— Aim of the exercise —
Bring together all lines from the listing below that contain the string "nearest".
━━━━━━━━━━━━━━━━
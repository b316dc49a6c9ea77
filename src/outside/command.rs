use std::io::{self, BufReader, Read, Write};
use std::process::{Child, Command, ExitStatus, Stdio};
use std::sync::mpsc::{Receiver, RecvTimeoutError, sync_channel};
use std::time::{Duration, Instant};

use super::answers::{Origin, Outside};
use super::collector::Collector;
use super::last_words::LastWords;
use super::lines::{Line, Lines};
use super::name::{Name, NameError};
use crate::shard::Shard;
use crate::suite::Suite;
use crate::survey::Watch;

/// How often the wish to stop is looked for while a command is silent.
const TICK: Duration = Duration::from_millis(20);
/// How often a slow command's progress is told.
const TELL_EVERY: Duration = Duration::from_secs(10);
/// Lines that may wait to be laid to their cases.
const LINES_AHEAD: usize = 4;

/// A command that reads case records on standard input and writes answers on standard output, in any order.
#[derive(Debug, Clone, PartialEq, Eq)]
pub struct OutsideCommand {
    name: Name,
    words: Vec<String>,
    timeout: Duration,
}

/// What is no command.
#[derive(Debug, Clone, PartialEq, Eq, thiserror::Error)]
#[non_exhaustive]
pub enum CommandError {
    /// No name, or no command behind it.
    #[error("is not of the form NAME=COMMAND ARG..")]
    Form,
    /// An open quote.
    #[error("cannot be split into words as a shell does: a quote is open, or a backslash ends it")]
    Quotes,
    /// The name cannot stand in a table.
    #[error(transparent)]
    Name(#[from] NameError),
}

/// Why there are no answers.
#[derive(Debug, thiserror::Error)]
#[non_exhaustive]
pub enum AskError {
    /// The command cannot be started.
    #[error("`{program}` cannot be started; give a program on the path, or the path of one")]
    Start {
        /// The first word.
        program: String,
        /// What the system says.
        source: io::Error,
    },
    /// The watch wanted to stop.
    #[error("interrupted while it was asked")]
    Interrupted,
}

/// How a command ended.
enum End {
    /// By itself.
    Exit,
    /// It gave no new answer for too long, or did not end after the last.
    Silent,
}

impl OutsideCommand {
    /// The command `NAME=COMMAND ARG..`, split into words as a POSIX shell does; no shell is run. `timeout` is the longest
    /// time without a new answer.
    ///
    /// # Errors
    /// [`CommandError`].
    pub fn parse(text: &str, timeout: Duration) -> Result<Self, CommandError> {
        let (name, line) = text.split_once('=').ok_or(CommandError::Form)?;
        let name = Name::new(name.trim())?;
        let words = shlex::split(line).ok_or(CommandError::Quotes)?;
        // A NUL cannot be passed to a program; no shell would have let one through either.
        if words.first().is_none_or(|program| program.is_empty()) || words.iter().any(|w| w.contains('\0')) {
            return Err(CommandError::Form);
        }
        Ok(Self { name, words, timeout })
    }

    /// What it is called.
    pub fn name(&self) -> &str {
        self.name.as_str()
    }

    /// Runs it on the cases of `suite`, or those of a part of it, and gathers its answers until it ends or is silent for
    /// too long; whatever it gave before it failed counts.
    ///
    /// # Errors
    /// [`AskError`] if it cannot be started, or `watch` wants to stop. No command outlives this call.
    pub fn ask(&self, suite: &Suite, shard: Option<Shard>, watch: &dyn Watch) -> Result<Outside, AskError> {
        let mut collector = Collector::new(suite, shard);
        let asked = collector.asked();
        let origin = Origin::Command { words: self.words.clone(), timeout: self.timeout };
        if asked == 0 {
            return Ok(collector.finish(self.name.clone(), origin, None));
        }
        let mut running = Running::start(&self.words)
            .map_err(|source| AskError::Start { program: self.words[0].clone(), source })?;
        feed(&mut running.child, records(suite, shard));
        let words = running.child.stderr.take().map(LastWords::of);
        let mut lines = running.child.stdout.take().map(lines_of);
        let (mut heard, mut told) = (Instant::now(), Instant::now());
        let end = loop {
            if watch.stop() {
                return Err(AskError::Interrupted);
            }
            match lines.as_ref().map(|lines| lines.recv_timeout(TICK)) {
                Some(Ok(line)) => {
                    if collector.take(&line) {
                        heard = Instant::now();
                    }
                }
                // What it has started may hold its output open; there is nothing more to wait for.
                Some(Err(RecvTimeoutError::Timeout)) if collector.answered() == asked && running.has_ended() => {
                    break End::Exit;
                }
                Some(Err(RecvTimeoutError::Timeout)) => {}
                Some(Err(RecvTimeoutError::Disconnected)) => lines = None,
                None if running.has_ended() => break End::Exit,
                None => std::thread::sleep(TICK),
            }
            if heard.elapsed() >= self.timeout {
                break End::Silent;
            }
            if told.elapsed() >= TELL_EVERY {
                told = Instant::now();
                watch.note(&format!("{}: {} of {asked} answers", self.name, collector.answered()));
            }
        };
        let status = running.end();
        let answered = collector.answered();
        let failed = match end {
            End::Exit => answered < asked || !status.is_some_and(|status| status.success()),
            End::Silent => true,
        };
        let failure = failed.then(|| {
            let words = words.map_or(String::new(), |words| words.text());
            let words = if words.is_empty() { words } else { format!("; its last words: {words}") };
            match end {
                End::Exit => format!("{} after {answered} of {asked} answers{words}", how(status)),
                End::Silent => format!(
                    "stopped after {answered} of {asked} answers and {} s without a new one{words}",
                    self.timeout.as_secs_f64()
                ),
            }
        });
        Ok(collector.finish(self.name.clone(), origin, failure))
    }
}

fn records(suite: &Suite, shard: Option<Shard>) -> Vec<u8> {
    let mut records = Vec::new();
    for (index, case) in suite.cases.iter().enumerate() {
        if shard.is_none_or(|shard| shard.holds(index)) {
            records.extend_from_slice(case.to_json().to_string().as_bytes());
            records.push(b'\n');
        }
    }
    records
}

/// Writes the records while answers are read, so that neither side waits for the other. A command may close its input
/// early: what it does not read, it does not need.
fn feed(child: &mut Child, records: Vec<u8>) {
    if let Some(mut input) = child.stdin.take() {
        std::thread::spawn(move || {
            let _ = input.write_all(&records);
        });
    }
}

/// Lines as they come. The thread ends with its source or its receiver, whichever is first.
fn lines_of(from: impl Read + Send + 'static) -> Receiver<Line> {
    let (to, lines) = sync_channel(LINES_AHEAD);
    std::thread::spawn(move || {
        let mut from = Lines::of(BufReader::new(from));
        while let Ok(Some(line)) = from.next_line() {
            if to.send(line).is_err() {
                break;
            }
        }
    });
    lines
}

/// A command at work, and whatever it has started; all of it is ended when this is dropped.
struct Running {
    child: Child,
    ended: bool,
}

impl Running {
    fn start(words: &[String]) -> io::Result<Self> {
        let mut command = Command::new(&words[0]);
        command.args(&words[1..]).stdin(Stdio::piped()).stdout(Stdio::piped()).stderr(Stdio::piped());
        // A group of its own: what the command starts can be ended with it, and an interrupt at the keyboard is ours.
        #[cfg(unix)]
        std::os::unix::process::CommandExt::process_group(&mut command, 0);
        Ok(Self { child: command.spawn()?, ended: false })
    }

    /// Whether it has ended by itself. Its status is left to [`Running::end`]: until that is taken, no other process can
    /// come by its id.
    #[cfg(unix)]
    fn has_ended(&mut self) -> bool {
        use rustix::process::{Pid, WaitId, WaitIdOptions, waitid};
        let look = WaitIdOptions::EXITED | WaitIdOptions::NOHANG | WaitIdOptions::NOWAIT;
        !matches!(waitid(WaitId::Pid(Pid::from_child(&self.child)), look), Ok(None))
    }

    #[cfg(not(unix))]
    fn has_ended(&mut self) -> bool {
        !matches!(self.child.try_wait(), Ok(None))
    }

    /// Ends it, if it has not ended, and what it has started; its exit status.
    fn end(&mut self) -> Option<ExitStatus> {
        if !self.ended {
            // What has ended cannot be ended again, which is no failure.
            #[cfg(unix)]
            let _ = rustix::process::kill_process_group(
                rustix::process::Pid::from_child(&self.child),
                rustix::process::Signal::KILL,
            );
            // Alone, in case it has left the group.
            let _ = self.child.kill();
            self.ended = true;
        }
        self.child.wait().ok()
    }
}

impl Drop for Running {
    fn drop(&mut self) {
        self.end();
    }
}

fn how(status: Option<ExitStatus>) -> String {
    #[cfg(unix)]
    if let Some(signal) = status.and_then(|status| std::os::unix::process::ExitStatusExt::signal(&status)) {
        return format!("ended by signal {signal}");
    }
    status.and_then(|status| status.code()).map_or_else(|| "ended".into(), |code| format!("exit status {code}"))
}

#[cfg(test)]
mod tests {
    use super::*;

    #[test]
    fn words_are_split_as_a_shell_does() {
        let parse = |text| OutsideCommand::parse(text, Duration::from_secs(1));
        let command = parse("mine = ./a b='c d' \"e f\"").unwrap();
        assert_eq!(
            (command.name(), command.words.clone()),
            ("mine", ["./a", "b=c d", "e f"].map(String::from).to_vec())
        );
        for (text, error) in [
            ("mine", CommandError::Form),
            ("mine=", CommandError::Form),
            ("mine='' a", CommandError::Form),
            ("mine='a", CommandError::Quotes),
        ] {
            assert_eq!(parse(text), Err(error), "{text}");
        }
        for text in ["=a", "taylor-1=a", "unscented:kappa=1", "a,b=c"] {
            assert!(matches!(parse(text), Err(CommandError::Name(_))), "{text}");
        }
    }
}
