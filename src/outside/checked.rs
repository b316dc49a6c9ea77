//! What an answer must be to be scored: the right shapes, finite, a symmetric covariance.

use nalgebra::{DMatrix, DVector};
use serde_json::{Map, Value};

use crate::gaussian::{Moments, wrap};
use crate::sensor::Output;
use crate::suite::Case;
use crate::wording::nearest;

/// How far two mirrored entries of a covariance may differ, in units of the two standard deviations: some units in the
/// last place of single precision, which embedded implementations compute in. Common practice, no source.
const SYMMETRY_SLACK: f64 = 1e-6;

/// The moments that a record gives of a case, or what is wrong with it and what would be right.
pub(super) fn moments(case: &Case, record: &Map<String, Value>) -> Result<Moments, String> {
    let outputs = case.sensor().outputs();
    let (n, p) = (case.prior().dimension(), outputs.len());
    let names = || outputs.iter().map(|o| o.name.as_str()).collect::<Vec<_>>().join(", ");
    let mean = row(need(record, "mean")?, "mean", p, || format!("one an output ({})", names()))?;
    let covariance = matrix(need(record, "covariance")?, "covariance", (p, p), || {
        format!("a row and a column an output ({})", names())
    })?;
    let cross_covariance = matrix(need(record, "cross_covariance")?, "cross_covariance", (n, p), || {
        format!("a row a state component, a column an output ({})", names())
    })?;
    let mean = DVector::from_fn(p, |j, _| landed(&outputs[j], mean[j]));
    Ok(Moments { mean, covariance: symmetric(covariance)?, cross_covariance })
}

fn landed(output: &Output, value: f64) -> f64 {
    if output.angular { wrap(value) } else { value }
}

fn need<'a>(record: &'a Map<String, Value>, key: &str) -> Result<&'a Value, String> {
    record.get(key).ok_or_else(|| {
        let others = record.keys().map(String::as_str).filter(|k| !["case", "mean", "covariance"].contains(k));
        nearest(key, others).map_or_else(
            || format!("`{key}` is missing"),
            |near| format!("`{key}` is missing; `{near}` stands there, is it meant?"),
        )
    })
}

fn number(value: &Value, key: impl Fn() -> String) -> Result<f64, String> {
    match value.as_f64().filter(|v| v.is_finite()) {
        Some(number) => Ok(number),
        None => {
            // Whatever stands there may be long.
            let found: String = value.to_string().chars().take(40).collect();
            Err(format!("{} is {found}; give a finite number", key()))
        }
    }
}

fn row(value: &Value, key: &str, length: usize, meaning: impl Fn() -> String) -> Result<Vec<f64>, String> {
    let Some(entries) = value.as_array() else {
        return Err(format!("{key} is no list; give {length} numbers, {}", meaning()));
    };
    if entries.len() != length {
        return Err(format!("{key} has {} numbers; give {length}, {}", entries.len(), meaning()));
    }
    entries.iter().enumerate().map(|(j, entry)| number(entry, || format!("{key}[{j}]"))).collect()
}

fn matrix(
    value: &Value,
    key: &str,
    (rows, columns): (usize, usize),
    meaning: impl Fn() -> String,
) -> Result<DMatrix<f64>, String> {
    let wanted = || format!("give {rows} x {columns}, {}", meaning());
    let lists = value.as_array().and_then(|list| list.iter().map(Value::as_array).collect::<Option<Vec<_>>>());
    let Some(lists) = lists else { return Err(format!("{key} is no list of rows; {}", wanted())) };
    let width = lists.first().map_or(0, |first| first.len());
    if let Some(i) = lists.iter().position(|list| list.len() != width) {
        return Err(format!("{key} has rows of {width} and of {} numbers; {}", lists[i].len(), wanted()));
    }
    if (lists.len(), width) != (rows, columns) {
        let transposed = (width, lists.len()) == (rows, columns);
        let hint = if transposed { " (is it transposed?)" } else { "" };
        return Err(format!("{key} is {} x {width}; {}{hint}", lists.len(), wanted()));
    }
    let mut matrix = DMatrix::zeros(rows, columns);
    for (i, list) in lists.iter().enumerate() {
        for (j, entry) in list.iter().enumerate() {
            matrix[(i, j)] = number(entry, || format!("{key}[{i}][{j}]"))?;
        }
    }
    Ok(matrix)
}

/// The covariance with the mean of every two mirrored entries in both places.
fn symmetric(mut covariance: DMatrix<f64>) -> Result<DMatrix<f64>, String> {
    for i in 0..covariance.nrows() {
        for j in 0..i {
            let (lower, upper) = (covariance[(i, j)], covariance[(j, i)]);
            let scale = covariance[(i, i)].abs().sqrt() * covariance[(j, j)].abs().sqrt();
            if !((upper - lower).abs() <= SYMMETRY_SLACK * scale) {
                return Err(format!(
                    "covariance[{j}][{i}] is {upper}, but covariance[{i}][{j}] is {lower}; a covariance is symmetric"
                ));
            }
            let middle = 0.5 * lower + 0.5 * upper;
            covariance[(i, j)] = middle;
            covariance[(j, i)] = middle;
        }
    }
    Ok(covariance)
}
━━━━━━━━━━━━━━━━
— Your solution —
use crate::wording::nearest;
        nearest(key, others).map_or_else(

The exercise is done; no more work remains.